From the entries below, copy exactly the lines from the one that contains "as samples. */" through the one that contains "family: string;", both included, and only those.
:: THE INPUT ::
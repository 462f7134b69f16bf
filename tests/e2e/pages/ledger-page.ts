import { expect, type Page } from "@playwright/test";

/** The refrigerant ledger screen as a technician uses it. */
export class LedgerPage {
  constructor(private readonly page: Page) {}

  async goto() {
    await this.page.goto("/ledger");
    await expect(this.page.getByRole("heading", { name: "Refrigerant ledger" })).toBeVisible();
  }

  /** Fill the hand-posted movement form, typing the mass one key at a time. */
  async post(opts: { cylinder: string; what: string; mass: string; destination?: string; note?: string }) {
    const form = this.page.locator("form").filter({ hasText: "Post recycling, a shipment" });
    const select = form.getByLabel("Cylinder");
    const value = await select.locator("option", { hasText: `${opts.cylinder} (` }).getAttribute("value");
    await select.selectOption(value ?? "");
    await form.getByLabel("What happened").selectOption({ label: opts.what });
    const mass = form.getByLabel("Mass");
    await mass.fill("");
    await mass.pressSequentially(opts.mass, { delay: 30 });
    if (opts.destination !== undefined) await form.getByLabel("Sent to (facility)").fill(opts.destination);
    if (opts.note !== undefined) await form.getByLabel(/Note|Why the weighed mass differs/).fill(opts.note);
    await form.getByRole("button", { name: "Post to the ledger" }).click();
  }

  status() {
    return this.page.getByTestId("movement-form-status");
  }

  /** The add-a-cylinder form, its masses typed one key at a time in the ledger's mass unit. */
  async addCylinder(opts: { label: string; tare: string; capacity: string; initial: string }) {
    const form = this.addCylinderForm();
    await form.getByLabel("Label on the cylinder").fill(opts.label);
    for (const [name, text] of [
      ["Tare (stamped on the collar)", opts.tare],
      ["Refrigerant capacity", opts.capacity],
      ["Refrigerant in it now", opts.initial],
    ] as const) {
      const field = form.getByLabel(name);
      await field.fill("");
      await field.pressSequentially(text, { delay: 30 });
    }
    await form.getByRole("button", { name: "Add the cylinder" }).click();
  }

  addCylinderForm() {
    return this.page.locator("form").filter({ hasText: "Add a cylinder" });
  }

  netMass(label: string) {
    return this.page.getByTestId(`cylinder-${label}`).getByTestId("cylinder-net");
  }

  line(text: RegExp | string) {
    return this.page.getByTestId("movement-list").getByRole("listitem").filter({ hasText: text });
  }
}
:::
:: THE INPUT ::
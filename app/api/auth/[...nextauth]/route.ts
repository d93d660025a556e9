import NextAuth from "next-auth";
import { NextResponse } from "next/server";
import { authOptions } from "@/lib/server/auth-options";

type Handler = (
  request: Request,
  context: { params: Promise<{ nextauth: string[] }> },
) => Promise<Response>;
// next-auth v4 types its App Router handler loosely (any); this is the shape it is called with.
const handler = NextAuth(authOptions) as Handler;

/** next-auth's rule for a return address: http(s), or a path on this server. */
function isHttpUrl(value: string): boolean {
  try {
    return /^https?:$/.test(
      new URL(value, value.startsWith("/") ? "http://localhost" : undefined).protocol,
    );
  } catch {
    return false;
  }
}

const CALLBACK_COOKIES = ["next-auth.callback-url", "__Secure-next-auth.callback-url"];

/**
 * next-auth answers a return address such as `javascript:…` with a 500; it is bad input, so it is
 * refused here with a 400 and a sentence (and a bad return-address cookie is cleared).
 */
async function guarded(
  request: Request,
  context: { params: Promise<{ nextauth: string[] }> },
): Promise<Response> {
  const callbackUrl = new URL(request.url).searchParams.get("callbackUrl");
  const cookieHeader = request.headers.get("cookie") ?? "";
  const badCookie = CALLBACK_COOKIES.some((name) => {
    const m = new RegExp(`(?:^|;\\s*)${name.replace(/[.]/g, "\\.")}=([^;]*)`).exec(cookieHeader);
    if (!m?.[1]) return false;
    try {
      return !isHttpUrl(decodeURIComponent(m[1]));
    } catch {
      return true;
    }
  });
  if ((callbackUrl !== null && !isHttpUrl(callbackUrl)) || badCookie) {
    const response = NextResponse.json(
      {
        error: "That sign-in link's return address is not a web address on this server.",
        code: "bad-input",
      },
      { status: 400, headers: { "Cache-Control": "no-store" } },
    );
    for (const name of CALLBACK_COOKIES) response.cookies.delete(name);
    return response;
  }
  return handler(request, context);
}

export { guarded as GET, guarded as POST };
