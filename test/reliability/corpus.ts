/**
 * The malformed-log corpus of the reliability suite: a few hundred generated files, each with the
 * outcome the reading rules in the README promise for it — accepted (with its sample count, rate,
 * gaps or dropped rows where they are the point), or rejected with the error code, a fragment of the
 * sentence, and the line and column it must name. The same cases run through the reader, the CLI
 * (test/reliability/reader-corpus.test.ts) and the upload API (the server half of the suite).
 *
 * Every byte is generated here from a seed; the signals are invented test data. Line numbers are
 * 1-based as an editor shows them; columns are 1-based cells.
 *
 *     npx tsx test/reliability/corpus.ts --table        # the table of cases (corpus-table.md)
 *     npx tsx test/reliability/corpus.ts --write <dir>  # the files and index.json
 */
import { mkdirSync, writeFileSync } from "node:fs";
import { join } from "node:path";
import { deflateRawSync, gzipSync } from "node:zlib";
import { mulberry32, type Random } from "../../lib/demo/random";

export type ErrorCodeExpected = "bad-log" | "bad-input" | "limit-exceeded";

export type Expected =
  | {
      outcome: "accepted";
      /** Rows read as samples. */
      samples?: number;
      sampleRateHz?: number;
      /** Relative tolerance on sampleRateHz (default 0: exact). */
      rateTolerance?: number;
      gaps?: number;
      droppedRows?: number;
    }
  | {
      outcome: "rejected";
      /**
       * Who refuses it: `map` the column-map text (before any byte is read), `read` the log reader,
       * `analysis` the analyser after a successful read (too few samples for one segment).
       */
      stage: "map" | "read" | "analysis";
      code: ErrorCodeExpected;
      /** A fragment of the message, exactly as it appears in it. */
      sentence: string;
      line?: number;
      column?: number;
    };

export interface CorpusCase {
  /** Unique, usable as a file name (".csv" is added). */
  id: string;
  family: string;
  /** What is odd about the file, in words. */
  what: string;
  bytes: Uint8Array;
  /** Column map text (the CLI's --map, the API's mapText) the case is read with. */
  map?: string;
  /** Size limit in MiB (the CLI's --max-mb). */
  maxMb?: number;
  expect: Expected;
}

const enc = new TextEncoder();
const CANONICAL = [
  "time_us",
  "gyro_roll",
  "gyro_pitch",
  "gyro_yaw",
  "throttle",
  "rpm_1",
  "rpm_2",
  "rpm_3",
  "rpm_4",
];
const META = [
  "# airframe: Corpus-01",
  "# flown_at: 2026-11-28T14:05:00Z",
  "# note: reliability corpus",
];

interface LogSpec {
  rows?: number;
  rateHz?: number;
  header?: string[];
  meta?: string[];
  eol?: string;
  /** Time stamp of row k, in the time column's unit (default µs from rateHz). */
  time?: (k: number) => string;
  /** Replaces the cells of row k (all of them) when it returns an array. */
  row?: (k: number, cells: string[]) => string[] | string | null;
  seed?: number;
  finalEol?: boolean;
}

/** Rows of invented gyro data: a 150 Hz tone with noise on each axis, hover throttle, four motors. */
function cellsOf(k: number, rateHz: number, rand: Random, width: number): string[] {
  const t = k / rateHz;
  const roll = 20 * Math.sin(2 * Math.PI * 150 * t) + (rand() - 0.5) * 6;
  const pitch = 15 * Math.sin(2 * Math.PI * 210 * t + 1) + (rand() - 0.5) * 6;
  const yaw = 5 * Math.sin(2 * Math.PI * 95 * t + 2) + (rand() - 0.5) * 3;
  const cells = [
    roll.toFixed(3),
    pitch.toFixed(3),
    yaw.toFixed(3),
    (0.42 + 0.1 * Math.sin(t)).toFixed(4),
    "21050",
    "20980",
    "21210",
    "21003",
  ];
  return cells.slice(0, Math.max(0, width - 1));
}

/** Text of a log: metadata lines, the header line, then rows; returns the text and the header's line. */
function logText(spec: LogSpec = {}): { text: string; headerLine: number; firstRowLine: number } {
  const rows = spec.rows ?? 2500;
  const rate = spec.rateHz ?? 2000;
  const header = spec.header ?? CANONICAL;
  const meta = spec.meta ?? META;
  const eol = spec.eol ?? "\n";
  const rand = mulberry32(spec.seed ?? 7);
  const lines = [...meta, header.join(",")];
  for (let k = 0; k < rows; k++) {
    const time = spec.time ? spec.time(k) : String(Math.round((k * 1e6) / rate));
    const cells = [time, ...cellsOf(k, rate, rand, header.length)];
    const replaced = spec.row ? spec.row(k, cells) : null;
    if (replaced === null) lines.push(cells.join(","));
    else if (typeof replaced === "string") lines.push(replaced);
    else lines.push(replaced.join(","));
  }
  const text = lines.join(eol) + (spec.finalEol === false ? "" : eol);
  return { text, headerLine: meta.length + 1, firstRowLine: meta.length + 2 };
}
:::
§ **TASK ANSWER**
      /** Rows read as samples. */
      samples?: number;
      sampleRateHz?: number;
      /** Relative tolerance on sampleRateHz (default 0: exact). */
      rateTolerance?: number;
      gaps?: number;
      droppedRows?: number;
    }
  | {
      outcome: "rejected";
      /**
       * Who refuses it: `map` the column-map text (before any byte is read), `read` the log reader,
       * `analysis` the analyser after a successful read (too few samples for one segment).
       */
      stage: "map" | "read" | "analysis";
      code: ErrorCodeExpected;
      /** A fragment of the message, exactly as it appears in it. */
      sentence: string;
      line?: number;
      column?: number;
    };

export interface CorpusCase {
  /** Unique, usable as a file name (".csv" is added). */
  id: string;
  family: string;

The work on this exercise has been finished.